If anyone's interested, I've created a complete Lemur template for u-he Zebra/ZebraHZ.
This template is in line with the currently available version of Zebra/ZebraHZ _(at least I hope so)_.
You can change between the Zebra and the ZebraHZ template with the green/brown button below the 'Effects' text.


















Of course you need to have Liine Lemur on your tablet to use this template. I'm not related to Liine in any ways, so in case having any problems with Lemur, please ask them. 
If you have Lemur, I guess you already know how to use this template on your tablet. 

_Please note that - having 2 other "regular" jobs - this was only a hobby-project, so I don't have much time dealing with any possible modification requests._

Limitations:
- I've used it on my old Samsung Tab S 10.5 tablet, so the size can be different to your tablet. As I only have this tablet, the template hasn't been tested on other devices.
- I've included each and every assignable parameter, but due to Zebra's limitations only 1,023 MIDI assignments can be registered into the plugin. I've also included into the RAR file the Zebra/ZebraHZ 'midiassign' files, which have to be copied into the Zebra2.data/Support _(in case of Zebra)_ or ZebraHZ.data/Support _(in case of ZebraHZ)_ directory, overriding the existing file. This updates the MIDI assignments up to the 1,023 limit. If you want to change these assignments, it's up to you...feel free to do it.
- As it's a quite big template, it takes some time to open in Lemur.

Well...I guess that's it.

Enjoy! 

Tosza


----------



## ThomasNL (Sep 22, 2021)

Wow this is awesome!

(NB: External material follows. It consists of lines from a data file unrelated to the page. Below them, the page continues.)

def arrangements(beam: Beam, combo: Combination, table: UnitTable
                 ) -> tuple[np.ndarray, list[str]]:
    """Every load arrangement of one combination as coefficients over the units
    (n_units, n_arrangements), with its ``_loaded`` text.

    Patterned cases first:

    * ``none``: every patterned case on every span;
    * ``code``: the :func:`code_span_sets`, every patterned case on the same spans;
    * for both, where the combination names every patterned case as optional, also
      none of them anywhere (no span loaded);
    * ``exhaustive`` / ``segments``: every subset of cells, for each patterned case
      independently.  Placing a case on a cell where it has no load changes nothing
      but the dead load there, so such placements are listed once, as "the cell is
      loaded" (labelled with the first patterned case that has no load there), and
      only when the favourable dead factor is not 1.

    Then each of those with every optional case that is not patterned on (over the
    whole beam) and off, in every combination.  A cell is loaded when some patterned
    case of the combination is placed on it (for ``code``: the cells of the span
    set); dead cases take the favourable factor on cells not loaded.  Results are kept
    on the table, by combination.
    """
    key = (combo.name, combo.set, combo.factors, combo.optional)
    if key in table.cache:
        return table.cache[key]
    cases = beam.cases
    cells = table.cells
    n_g = len(cells)
    order = switchable_cases(beam, combo)
    pat = [c for c in order if cases[c].patterned]
    whole = [c for c in order if not cases[c].patterned]
    all_patterned = not whole
    method = beam.patterning.method
    f_dead = favourable_factor(beam, combo)

    # (case -> cells carrying it, loaded cells, case -> cells named in the label)
    Placement = tuple[dict[int, list[bool]], list[bool], dict[int, list[bool]]]
    placements: list[Placement] = []

    def on_spans(mask: list[bool]) -> None:
        on = {c: list(mask) for c in pat}
        placements.append((on, list(mask), on))

    # with every patterned case optional, also none of them acting (no span loaded)
    nothing = bool(pat) and all(cases[c].name in combo.optional for c in pat)
    if not pat or method == "none":
        on_spans([True] * n_g)
        if nothing:
            on_spans([False] * n_g)
    elif method == "code":
        for span_set in code_span_sets(beam.n_spans):
            on_spans([cell.span in span_set for cell in cells])
        if nothing:
            on_spans([False] * n_g)
    else:
        own = {c: {g for cc, g in table.units if cc == c} for c in pat}
        bits = [(c, g) for c in pat for g in sorted(own[c])]
        phantom = ([g for g in range(n_g) if any(g not in own[c] for c in pat)]
                   if f_dead != 1.0 else [])
        for real in itertools.product((False, True), repeat=len(bits)):
            on = {c: [False] * n_g for c in pat}
            for (c, g), chosen in zip(bits, real, strict=True):
                on[c][g] = chosen
            real_loaded = [any(on[c][g] for c in pat) for g in range(n_g)]
            empty = [g for g in phantom if not real_loaded[g]]
            for extra in itertools.product((False, True), repeat=len(empty)):
                loaded = list(real_loaded)
                named = {c: list(m) for c, m in on.items()}
                for g, chosen in zip(empty, extra, strict=True):
                    if chosen:
                        loaded[g] = True
                        named[next(c for c in pat if g not in own[c])][g] = True
                placements.append((on, loaded, named))

    # every optional case that is not patterned: on over the whole beam, or off
    full: list[Placement] = []
    for on, loaded, named in placements:
        for bits in itertools.product((True, False), repeat=len(whole)):
            on2, named2 = dict(on), dict(named)
            for c, chosen in zip(whole, bits, strict=True):
                on2[c] = named2[c] = [chosen] * n_g
            full.append((on2, loaded, named2))

    coef = np.zeros((len(table.units), len(full)))
    labels = []
    for a, (on, loaded, named) in enumerate(full):
        coef[:, a] = coefficients(beam, combo, table, on, loaded)
        labels.append(_label(cells, {cases[c].name: tuple(named[c]) for c in order},
                             all_patterned))
    table.cache[key] = (coef, labels)
    return coef, labels
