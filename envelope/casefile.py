"""Read one case file (TOML) into a validated, frozen :class:`~envelope.model.Beam`.

This module is the only place input is checked: every value is read, converted
to the consistent units of the file's system (SI: m, kN; US: ft, kip; see
:mod:`envelope.units`) and validated once, so nothing downstream re-checks.
Every problem raises :class:`~envelope.errors.CaseError` with a one-line
message ``<file>: <key path>: <problem>``.

Numbering in key paths: array items are counted from 1, the way engineers
count spans and supports, so ``spans[1]`` is the first span, ``supports[5]``
the fifth joint from the left and ``loads[3]`` the third ``[[loads]]`` item in
the file.  The same 1-based numbers are used for span numbers inside
``spans = [...]`` of a load.  (Inside the model, ``Load.span`` is 0-based.)

Plain numbers are read in the system's customary unit for the quantity (MPa
for E, mm^4 for I in SI, ...); strings such as ``"24 ft"`` are read with their
own unit.  Booleans are never numbers, NaN and infinity are refused, and
unknown keys are refused at every level with the nearest valid key suggested.
"""

from __future__ import annotations

import difflib
import hashlib
import itertools
import json
import math
import os
import re
import tomllib
from collections.abc import Iterable
from pathlib import Path
from typing import Any, NoReturn

from envelope import stability
from envelope.errors import CaseError
from envelope.model import (
    CASE_KINDS,
    LIVE_KINDS,
    PATTERNED_BY_DEFAULT,
    Beam,
    Combination,
    CombinationSpec,
    Load,
    LoadCase,
    OutputOptions,
    Patterning,
    Section,
    Span,
    Stretch,
    Support,
)
from envelope.units import SYSTEMS, UnitError, UnitSystem, parse_quantity

# ---------------------------------------------------------------------------
# The contract's vocabulary (case-format.md)
# ---------------------------------------------------------------------------

TOP_KEYS = ("id", "title", "units", "section", "spans", "supports", "cases", "loads",
            "combinations", "patterning", "output", "design")
SECTION_KEYS = ("E", "I", "A", "unit_weight")
SPAN_KEYS = ("length", *SECTION_KEYS, "sections")
STRETCH_KEYS = ("from", "to", *SECTION_KEYS)
SUPPORT_TYPES = ("pinned", "fixed", "free", "spring")
SUPPORT_KEYS: dict[str, tuple[str, ...]] = {
    "pinned": ("type", "width"),
    "fixed": ("type", "width"),
    "free": ("type",),
    "spring": ("type", "k_vertical", "k_rotation", "columns", "width"),
}
COLUMN_KEYS = ("E", "I", "height_below", "height_above", "far_end")
#: Column far-end condition -> coefficient c in k = c*E*I/h (common practice:
#: 4EI/h with the far end fixed, 3EI/h with it pinned).
FAR_END_COEFFICIENT = {"fixed": 4.0, "pinned": 3.0}
CASE_KEYS = ("kind", "pattern", "category")
CATEGORIES = ("A", "B", "C", "D", "E", "F", "G", "H")
LOAD_TYPES = ("uniform", "linear", "point", "moment", "self_weight")
LOAD_KEYS: dict[str, tuple[str, ...]] = {
    "uniform": ("case", "type", "spans", "w", "start", "end"),
    "linear": ("case", "type", "spans", "w_start", "w_end", "start", "end"),
    "point": ("case", "type", "spans", "P", "at"),
    "moment": ("case", "type", "spans", "M", "at"),
    "self_weight": ("case", "type", "spans", "start", "end"),
}
ALL_LOAD_KEYS = tuple(sorted({k for keys in LOAD_KEYS.values() for k in keys}))
COMBINATION_KEYS = ("strength", "service", "reduced_companion_live", "custom")
STRENGTH_SETS = ("asce7-lrfd", "asce7-asd", "en1990-6.10", "en1990-6.10ab", "none")
SERVICE_SETS = ("characteristic", "none")
CUSTOM_KEYS = ("name", "set", "factors")
COMBINATION_SETS = ("strength", "service")
PATTERNING_KEYS = ("method", "segments", "favourable_dead")
PATTERN_METHODS = ("none", "code", "exhaustive", "segments")
#: Every number, in consistent units, is 0 or of a magnitude in this range.  Products in
#: the analysis (E*I, loads times lengths to the fourth power) must stay inside float64;
#: no real beam comes near either bound.
MIN_MAGNITUDE = 1e-30
MAX_MAGNITUDE = 1e30
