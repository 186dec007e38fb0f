"""The combined design search (envelope.actions) against the slow reference path.

The reference, tests/reference_actions.py, is the design search as it was before it was
combined: three separate searches (moment, service deflection, live deflection), each
step a full evaluation of every unit case.  The combined search contracts the governing
case once per bracket and evaluates every quantity in one step; its answers must equal
the reference's to round-off (1e-12 of the column's largest value in the beam), on the
invented beams of benchmarks/make_cases.py (every load type, patterning method and
combination set) and on the demo cases.  The grouped searches of envelope.search must
give each group the answer it gets alone, bit for bit; the contracted response must
equal the unit-case responses times the coefficients (superposition, round-off).
"""

from __future__ import annotations

import math
from pathlib import Path
from types import ModuleType

import numpy as np
import pytest
import reference_actions

from envelope.actions import _least_moment, design_actions, refine_max, refine_maxima
from envelope.analysis import analyse
from envelope.casefile import load_case
from envelope.contracted import contract, response
from envelope.recovery import combine, evaluate_combined, evaluate_some, make_points
from envelope.search import anderson_bjorck_root, golden_max, illinois_root
from envelope.solved import envelope_at, envelopes_at

from beams import beam_text, make_cases_module
from tolerances import LONG_SUM, ROUND_OFF

REPO = Path(__file__).resolve().parents[1]


def _make_cases() -> ModuleType:
    return make_cases_module()


@pytest.fixture(scope="module")
def generated(tmp_path_factory: pytest.TempPathFactory) -> list[Path]:
    folder = tmp_path_factory.mktemp("beams")
    _make_cases().make_cases(48, folder, seed=11)
    return sorted(folder.glob("*.toml"))


def _assert_same_actions(fast: dict[str, np.ndarray], slow: dict[str, np.ndarray],
                         where: str) -> None:
    assert fast.keys() == slow.keys()
    for key, want in slow.items():
        got = fast[key]
        if want.dtype == object:
            assert got.tolist() == want.tolist(), (where, key)
            continue
        assert np.array_equal(np.isnan(got), np.isnan(want)), (where, key)
        scale = float(np.nanmax(np.abs(want), initial=0.0))
        err = np.nanmax(np.abs(got - want), initial=0.0)
        # round-off (LONG_SUM) of the beam's largest value of the column
        assert err <= LONG_SUM * scale, (where, key, err, scale)


def _reference(a) -> dict[str, np.ndarray]:  # type: ignore[no-untyped-def]
    return reference_actions.design_actions(a.solved, a.stations, a.station_envelopes)


def test_combined_search_matches_the_three_separate_searches(generated: list[Path]) -> None:
    for path in generated:
        a = analyse(load_case(path))
        _assert_same_actions(a.design_actions, _reference(a), path.name)


def test_combined_search_matches_the_reference_on_the_demo_cases() -> None:
    for path in sorted((REPO / "cases").glob("*.toml")):
        a = analyse(load_case(path))
        _assert_same_actions(a.design_actions, _reference(a), path.name)


def test_combined_search_matches_the_reference_with_redistributed_moments(
        generated: list[Path]) -> None:
    # the strength set reads the redistributed solution, the service sets the elastic one
    tried = 0
    for path in generated[:20]:
        a = analyse(load_case(path))
        n = len(a.beam.supports)
        if n < 3:
            continue
        fraction = np.zeros(n)
        fraction[1:-1] = 0.15
        s = a.solved.redistributed(fraction)
        env = envelopes_at(s, a.stations, {"moment": "strength", "shear": "strength",
                                           "deflection": "service"})
        _assert_same_actions(design_actions(s, a.stations, env),
                             reference_actions.design_actions(s, a.stations, env), path.name)
        tried += 1
    assert tried >= 5


def test_one_request_alone_and_among_others_gives_the_same_maxima(
        generated: list[Path]) -> None:
    for path in generated[:16]:
        a = analyse(load_case(path))
        env = a.station_envelopes
        moment, deflection = env["moment"], env["deflection"]
        assert moment is not None and deflection is not None
        both = refine_maxima(a.solved, a.stations, [(moment.max, "moment", None),
                                                    (deflection.max, "deflection", None)])
        for (value, x), (env_max, q) in zip(both, ((moment.max, "moment"),
                                                  (deflection.max, "deflection")),
                                            strict=True):
            alone_value, alone_x = refine_max(a.solved, a.stations, env_max, q)
            scale = float(np.abs(env_max).max())
            np.testing.assert_allclose(value, alone_value, rtol=0, atol=LONG_SUM * scale)
            length = a.beam.geometry.span_length
            np.testing.assert_allclose(x, alone_x, rtol=0,
                                       atol=LONG_SUM * float(np.max(length)))


def test_design_actions_takes_the_station_envelopes_as_before(generated: list[Path]) -> None:
    a = analyse(load_case(generated[0]))
    again = design_actions(a.solved, a.stations, a.station_envelopes)
    for key, col in a.design_actions.items():
        assert np.array_equal(col, again[key]) or (
            col.dtype != object and np.array_equal(np.isnan(col), np.isnan(again[key])))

Was looking for something like this


----------



## wilifordmusic (Sep 23, 2021)

Thank you for sharing what was obviously a lot of work.

This is the sort of thing that VI-Control was originally all about.

thanks again, Steve


----------



## chimuelo (Sep 23, 2021)

Nice work.


----------



## tosza (Sep 23, 2021)

Thanks for the feedback guys, it's much appreciated! I hope everything works fine and you can enjoy using it.


----------



## bengoss (Jul 31, 2022)

Hi @tosza this looks great! I downloaded the lemur project but I can’t find the midiassign file. I don’t have the zebra.data/support directory. I’m on Mac. I go to user/application support/u-he/zebra2/
And than I have 4 folders 
Fonts
Images
Modules
Scripts

Please let me know if you know where to find and replace the midiassign.
Thanks Ben


----------



## tosza (Jul 31, 2022)

Hi Ben,

I'm on Windows and don't have access to a Mac so can't check it myself, but in Zebra's user guide (page 113) it says:

"Mac
~/Library/Application Support/u-he/com.u-he.Zebra2.midiassign.txt"

I hope this helps.

Regards,

Tosza


----------